# Work required
Filter the entries and keep only the lines where the string "flatnonzero" appears.

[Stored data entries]
Start of Block

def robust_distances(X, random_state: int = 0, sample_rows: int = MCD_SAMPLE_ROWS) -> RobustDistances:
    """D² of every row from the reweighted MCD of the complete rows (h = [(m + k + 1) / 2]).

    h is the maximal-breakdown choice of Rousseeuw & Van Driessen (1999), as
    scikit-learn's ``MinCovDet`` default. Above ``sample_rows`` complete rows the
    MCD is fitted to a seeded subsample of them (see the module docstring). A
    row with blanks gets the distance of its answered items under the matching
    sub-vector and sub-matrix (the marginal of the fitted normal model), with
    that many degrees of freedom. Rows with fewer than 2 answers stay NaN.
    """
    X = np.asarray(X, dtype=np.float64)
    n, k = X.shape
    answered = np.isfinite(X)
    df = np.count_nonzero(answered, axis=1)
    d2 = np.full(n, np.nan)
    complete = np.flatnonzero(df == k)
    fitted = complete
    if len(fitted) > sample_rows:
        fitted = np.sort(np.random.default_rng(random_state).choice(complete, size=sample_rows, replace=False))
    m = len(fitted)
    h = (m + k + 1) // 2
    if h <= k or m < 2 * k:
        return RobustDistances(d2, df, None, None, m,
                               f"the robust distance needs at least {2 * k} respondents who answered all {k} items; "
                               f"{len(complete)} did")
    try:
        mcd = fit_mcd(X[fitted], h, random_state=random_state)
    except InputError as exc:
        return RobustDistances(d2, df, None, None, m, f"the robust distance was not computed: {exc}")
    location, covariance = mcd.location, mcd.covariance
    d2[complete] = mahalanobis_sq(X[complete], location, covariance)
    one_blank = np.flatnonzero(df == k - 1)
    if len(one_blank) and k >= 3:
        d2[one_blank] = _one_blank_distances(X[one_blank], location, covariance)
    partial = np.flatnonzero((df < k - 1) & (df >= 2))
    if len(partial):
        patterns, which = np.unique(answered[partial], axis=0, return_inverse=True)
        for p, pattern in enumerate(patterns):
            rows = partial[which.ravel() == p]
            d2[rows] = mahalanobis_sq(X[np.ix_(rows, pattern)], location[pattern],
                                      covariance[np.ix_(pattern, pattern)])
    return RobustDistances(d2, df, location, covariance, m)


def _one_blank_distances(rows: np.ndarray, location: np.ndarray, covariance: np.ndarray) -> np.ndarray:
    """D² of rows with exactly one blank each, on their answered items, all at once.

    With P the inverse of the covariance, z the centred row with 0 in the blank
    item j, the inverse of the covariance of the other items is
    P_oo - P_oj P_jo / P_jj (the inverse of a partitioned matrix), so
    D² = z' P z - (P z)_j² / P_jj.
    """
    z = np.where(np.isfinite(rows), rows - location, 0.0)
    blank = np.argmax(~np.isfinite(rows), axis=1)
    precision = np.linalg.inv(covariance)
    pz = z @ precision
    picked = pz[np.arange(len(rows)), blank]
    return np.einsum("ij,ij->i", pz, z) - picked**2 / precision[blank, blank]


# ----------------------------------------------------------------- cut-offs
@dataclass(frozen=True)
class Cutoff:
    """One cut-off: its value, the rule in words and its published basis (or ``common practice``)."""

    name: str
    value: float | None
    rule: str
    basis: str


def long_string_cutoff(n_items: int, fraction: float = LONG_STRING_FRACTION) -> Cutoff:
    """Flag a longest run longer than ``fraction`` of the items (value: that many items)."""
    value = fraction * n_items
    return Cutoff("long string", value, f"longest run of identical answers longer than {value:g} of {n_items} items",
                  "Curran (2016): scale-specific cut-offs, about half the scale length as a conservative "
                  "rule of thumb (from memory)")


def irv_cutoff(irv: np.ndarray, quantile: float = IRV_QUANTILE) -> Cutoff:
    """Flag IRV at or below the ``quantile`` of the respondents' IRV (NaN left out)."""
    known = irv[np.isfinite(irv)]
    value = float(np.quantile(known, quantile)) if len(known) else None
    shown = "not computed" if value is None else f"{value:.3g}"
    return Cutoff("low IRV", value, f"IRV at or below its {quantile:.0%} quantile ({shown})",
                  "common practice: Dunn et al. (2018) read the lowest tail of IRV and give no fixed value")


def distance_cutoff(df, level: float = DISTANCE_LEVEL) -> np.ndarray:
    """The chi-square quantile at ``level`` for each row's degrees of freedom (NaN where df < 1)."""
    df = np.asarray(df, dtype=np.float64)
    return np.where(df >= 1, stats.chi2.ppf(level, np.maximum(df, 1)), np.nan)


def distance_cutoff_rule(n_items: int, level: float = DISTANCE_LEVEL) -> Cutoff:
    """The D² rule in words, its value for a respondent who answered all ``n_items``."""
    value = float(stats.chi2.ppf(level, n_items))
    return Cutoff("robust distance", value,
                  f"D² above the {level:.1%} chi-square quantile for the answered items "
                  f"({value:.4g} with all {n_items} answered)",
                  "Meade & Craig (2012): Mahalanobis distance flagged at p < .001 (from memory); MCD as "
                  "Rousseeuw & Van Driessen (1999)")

End of Block

# Expected output
    complete = np.flatnonzero(df == k)
    one_blank = np.flatnonzero(df == k - 1)
    partial = np.flatnonzero((df < k - 1) & (df >= 2))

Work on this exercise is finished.